En chemin vers le large bâtiment rosâtre de l'hôpital, Isabeau se chargea de la boîte des divins biscuits secs, puis prit Edmondine en pitié et s'avança pour l'aider à porter quelques livres. Ses petits doigts courts et boudinés – Isabeau était plutôt jolie, si on omettait qu'elle tirait toujours la gueule et qu'elle avait des mains hideuses – se refermèrent sur le volume le plus à sa portée. Edmondine se sentit défaillir.

– Pas celui-là ! s'exclama-t-elle.

Un peu surprise par une réaction si violente de la part de sa camarade d'ordinaire plutôt placide, Isabeau manqua de laisser tomber le précieux feuillet – elle ne le fit fort heureusement pas, car cela aurait marqué le début d'une guerre contre Edmondine qui ne se serait achevée qu'avec la mort de l'une des deux protagonistes.

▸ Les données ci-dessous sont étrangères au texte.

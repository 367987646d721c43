import { createTransport } from 'nodemailer'
import type { Actor, Viewer } from '../access/actor.ts'
import type { ChildAccess } from '../access/childAccess.ts'
import { findChildAccess } from '../queries/childAccess.ts'
import type { ActorKey, DemoChild, DemoSample } from './demo/demoTypes.ts'
import type { ClassKey } from './demo/schools.ts'
import { actorOf, type People } from './seedPeople.ts'

/** Ids of what a child's story has made so far; `index` counts within the child as in the timeline. */
export interface Story {
  childId: string
  referralId: string
  guardianIds: string[]
  consentIds: Map<number, string>
  sampleIds: Map<number, string>
  goalIds: Map<number, string>
  noteIds: Map<number, string>
  letterIds: Map<number, string>
  taskIds: Map<number, string>
  conclusionIds: Map<number, string>
  /** By the key of what was asked. */
  requestIds: Map<string, string>
}

export interface Scene {
  people: People
  classes: Map<ClassKey, string>
  children: Map<number, DemoChild>
  stories: Map<number, Story>
  /** Drawn ahead, one after the other, while the story is played. */
  drawings: Map<DemoSample, Promise<Buffer>>
  timeZone: string
  /** Address that the letters' links lead to. */
  appUrl: string
}

export const newStory = (referralId: string): Story => ({
  childId: '',
  referralId,
  guardianIds: [],
  consentIds: new Map(),
  sampleIds: new Map(),
  goalIds: new Map(),
  noteIds: new Map(),
  letterIds: new Map(),
  taskIds: new Map(),
  conclusionIds: new Map(),
  requestIds: new Map(),
})

export const childOf = (scene: Scene, number: number): DemoChild => {
  const child = scene.children.get(number)
  if (!child) throw new Error(`The demo has no child ${number}`)
  return child
}

export const storyOf = (scene: Scene, number: number): Story => {
  const story = scene.stories.get(number)
  if (!story) throw new Error(`Child ${number} of the demo has not been referred yet`)
  return story
}

export const idIn = <Key extends string | number>(ids: Map<Key, string>, index: Key): string => {
  const id = ids.get(index)
  if (id === undefined) throw new Error(`The demo refers to something that has not happened yet (${index})`)
  return id
}

/** Hands the e-mails over without a network: the same worker as in real use, with a receiver that answers at once. */
export const accepting = createTransport({ streamTransport: true, buffer: true })

export interface Acting {
  actor: Actor
  viewer: Viewer
  access: ChildAccess
}

/** Somebody before a child's record, with the access the product itself finds for them. */
export const acting = async (scene: Scene, number: number, key: ActorKey): Promise<Acting> => {
  const actor = actorOf(scene.people, key)
  const access = await findChildAccess(actor.viewer, storyOf(scene, number).childId)
  if (!access) throw new Error(`${key} has no access to child ${number} of the demo`)
  return { actor, viewer: actor.viewer, access }
}
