import fc from 'fast-check';

/** Pieces from which texts are joined that come near to formulas and to the edges of their grammar. */
const PIECES = [
  ...[
    'A1',
    '$B$2',
    'c$3',
    '$D4',
    'XFD1048576',
    'ZZZ1',
    'A0',
    'A:B',
    '$1:3',
    'Kettle!A1',
    "'Feed tank'!$A:B",
    'A1(',
  ],
  ...[
    '1',
    '1.5',
    '1E-14',
    '2e5',
    '.5',
    '5.',
    '"',
    '""',
    '"a""b"',
    "'",
    "''",
    '\\',
    'TRUE',
    'false',
    'charge',
    'x.y',
  ],
  ...[
    'SUM(',
    'ABS (',
    ')',
    '(',
    '{',
    '}',
    ',',
    ';',
    ':',
    '!',
    '#',
    '#N/A',
    '@',
    '%',
    '&',
    '=',
    '<>',
    '-',
    '+',
    '^',
  ],
  ...[' ', '\u00a0', '\n', '−', '“', 'é', '日', '😀', '\ud800', '__proto__', 'constructor'],
];

/** Text in the neighbourhood of formulas. */
export const formulaLike = fc
  .array(fc.oneof({ weight: 5, arbitrary: fc.constantFrom(...PIECES) }, fc.string()), { maxLength: 30 })
  .map((pieces) => `=${pieces.join('')}`);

– Je... tâcha de se reprendre cette dernière. Je suis navrée. Mais c'est Le Kilt du Destin. Je n'aime pas... qu'on le touche comme ça.

Isabeau écarquilla les yeux et battit de ses longs cils. Elle se permit de retourner le livre pour en lire le quatrième de couverture, la bouche pincée en cette moue un peu snob qui lui était presque naturelle – ses lèvres étaient particulièrement pleines. Edmondine parvint à se contenir à grand-peine.

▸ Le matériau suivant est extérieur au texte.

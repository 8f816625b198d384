/**
 * A weighted sum of logarithms that keeps its last digits where it nearly vanishes.
 *
 *     S = sum w_i ln x_i + constant
 *
 * ln 1e-300 is rounded by 1e-13, though the sum that it belongs to may be near zero. So each x is
 * split into m 2^e with m within a factor sqrt 2 of 1. The exponents are summed exactly, and only
 * ln m, never above 0.35, is rounded.
 */
import { exponentOf, fractionOf } from './binary.ts';

/** 2^-53: the relative error of one rounding. */
export const ROUNDING = Number.EPSILON / 2;

/** The largest sum of abs(w) for which the sum of exponents stays exact: 34 bits. */
export const LARGEST_WEIGHT_SUM = 1000;

/** Weights are split on a grid of 2^-13: multiples of it are summed exactly, what is left of 1/3 apart. */
const GRID = 8192;

/** ln 2 in two parts. The first has 19 bits: its product with a sum of up to 34 bits is exact. */
const LN2_HIGH = 363409 / 524288;
const LN2_LOW = -4.787418125030828e-7;

/** The terms of the sum, in arrays that the caller owns. */
export interface LogSum {
  readonly weight: Float64Array;
  /** The weights rounded to the grid (`nearestOnGrid`), and what that left of them. */
  readonly gridWeight: Float64Array;
  readonly gridRest: Float64Array;
  /** The arguments x: positive and finite. */
  readonly value: Float64Array;
  /** The constant, as a sum of two numbers that is not carried out. */
  constant: number;
  constantRest: number;
  /** sum of w e where x is held as x 2^-e, split as the weights are. */
  twos: number;
  twosRest: number;
}

/** The weight on the grid. */
export function nearestOnGrid(weight: number): number {
  return Math.round(weight * GRID) / GRID;
}

/**
 * S over the terms from `from` up to, not including, `to`.
 *
 * ## Method
 * 1. Split x = m 2^e, m between sqrt(1/2) and sqrt 2.
 * 2. Sum w e on the grid, exactly; w ln m, rounded; what the grid left of w, times e.
 * 3. The grid sum times the upper part of ln 2 is exact. Where S is small it cancels against the
 *    constant before anything smaller is added.
 */
export function logSum(sum: LogSum, from: number, to: number): number {
  const { weight, gridWeight, gridRest, value } = sum;
  let twos = sum.twos;
  let twosRest = sum.twosRest;
  let logs = 0;
  for (let i = from; i < to; i++) {
    const exponent = exponentOf(value[i]!);
    twos += gridWeight[i]! * exponent;
    twosRest += gridRest[i]! * exponent;
    logs += weight[i]! * Math.log(fractionOf(value[i]!, exponent));
  }
  return twos * LN2_HIGH + sum.constant + (logs + (twos * LN2_LOW + twosRest * Math.LN2 + sum.constantRest));
}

« Dans les terres sauvages d'Écosse, la belle dame Ailein Mac Claondach découvre le cadavre d'un inconnu sur ses terres, assassiné avec la propre pelisse en peau de renard roux que la famille Mac Claondach se transmet de génération en génération. Quand le chef de clan, Bruce Mac Macarron vient enquêter, Ailein comprend vite qu'il la soupçonne du crime ; mais elle ressent également une incroyable attirance pour ce géant roux dont le kilt si bien coupé dévoile des poils de jambes bouclés et fournis. Pourra-t-elle y seulement y passer les doigts ? Le Destin unira-t-il Ailein et Bruce ou persistera-t-il dans sa volonté de les séparer, tel le kilt qui contient leur désir ? »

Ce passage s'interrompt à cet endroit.